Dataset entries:
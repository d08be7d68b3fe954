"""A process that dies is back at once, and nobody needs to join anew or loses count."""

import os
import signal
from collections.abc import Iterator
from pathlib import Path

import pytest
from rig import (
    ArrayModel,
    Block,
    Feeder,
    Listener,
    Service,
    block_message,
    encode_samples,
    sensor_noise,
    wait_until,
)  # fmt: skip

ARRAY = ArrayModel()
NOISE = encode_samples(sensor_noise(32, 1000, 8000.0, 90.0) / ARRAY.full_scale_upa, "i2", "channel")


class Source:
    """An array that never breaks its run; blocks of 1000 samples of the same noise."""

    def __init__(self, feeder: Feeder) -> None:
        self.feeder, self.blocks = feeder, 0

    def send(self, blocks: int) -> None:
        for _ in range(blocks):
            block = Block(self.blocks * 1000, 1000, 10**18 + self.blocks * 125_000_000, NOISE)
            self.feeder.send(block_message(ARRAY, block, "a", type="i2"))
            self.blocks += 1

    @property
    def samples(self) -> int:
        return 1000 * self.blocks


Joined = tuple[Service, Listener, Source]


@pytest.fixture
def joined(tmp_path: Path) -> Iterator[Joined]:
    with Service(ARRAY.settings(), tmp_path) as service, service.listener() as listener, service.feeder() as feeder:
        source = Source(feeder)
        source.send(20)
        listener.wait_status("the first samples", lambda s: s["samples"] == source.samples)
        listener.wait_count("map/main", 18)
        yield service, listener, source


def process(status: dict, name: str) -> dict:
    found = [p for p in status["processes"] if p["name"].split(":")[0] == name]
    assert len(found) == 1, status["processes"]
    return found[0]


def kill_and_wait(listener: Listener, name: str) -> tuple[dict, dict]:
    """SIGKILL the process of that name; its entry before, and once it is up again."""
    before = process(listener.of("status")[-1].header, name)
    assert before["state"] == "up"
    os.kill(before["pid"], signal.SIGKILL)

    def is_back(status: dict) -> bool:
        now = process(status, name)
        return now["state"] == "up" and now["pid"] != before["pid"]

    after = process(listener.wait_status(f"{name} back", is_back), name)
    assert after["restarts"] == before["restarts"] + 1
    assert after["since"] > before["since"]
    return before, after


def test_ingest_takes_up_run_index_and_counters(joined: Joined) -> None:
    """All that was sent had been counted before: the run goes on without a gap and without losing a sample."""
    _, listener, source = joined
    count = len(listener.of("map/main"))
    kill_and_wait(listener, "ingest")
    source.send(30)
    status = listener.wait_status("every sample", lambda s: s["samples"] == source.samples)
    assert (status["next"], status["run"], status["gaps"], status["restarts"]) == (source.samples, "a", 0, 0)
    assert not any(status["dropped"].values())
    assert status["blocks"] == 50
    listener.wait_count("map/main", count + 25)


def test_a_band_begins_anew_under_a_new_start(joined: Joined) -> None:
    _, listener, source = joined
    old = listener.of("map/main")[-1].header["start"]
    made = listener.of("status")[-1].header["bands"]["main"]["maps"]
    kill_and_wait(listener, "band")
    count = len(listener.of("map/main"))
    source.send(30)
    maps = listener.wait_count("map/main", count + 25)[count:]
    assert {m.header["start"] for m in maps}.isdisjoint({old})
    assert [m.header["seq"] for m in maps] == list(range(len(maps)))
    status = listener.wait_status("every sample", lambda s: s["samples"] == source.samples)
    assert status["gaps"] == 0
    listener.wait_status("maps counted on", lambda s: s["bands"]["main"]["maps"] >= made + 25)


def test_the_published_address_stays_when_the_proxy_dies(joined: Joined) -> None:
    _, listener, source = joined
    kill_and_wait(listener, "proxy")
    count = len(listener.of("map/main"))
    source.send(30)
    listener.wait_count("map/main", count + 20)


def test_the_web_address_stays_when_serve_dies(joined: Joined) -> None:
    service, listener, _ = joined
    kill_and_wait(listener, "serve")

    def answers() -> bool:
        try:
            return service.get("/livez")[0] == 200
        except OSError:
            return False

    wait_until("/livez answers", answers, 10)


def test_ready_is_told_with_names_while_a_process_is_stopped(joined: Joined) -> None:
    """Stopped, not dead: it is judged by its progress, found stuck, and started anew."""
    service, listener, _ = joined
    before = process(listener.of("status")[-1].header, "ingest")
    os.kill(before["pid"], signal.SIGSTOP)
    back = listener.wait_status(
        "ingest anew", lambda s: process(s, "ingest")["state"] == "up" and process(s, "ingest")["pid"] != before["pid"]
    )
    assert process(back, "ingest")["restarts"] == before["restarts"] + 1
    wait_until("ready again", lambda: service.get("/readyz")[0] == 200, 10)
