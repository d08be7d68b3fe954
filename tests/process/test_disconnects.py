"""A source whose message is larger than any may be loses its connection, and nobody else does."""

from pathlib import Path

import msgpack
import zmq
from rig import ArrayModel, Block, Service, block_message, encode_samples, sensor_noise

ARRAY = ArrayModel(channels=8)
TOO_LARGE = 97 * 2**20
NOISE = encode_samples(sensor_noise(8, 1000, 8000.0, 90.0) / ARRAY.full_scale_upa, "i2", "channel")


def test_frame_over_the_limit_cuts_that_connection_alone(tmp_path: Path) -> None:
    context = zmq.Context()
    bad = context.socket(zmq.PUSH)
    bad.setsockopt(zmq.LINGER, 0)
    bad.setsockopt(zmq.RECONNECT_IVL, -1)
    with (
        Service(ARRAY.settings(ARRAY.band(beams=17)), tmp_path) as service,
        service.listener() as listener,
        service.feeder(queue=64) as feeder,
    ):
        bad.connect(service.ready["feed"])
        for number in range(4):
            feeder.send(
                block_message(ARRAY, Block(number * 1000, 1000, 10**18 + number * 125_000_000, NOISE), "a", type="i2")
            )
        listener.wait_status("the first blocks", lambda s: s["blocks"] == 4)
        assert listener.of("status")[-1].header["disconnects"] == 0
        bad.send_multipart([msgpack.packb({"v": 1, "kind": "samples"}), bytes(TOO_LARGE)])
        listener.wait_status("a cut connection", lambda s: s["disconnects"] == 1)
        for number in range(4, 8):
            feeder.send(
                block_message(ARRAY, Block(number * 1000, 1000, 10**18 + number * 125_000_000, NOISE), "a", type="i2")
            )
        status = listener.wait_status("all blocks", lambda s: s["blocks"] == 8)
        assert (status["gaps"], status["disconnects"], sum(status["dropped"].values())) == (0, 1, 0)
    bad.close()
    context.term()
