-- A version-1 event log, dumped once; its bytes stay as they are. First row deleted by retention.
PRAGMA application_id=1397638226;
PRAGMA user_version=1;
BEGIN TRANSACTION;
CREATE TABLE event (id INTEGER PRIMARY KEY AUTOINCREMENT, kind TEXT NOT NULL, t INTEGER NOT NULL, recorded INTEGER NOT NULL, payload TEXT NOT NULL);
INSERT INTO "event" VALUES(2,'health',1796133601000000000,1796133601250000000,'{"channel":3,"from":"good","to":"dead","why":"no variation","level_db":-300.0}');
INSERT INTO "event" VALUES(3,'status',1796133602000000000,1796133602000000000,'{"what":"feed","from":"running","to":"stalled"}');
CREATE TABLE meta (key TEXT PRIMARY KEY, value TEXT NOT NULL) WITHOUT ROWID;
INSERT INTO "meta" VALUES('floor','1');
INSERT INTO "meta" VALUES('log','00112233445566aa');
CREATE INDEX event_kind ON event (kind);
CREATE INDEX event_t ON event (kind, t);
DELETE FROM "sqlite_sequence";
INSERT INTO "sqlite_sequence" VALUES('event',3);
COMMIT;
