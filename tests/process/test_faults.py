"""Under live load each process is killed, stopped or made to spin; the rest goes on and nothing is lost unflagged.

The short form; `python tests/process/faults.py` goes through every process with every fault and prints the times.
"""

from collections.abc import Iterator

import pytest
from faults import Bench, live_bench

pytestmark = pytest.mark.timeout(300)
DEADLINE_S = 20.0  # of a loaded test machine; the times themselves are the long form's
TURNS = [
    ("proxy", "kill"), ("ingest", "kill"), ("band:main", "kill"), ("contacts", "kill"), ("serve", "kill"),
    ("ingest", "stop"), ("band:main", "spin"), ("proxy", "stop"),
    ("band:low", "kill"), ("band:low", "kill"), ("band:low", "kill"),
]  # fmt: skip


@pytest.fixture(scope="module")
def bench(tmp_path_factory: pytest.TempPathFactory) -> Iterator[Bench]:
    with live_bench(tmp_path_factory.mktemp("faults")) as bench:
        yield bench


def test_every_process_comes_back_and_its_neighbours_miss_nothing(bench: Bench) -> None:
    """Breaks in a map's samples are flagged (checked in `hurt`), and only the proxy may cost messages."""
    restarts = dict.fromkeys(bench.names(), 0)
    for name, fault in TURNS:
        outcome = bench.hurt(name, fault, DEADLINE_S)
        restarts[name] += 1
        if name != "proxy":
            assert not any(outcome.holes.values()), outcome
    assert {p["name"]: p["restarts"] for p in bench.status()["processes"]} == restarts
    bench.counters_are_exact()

PROBLEM REQUIREMENTS:
Repeat every line exactly, starting with the first line of the entries, and stop once the line containing "array that never" has been given.

YOUR SOLUTION:
repository d08be7d68b3fe954
"""A process that dies is back at once, and nobody needs to join anew or loses count."""

import os
import signal
from collections.abc import Iterator
from pathlib import Path

import pytest
from rig import (
    ArrayModel,
    Block,
    Feeder,
    Listener,
    Service,
    block_message,
    encode_samples,
    sensor_noise,
    wait_until,
)  # fmt: skip

ARRAY = ArrayModel()
NOISE = encode_samples(sensor_noise(32, 1000, 8000.0, 90.0) / ARRAY.full_scale_upa, "i2", "channel")


class Source:
    """An array that never breaks its run; blocks of 1000 samples of the same noise."""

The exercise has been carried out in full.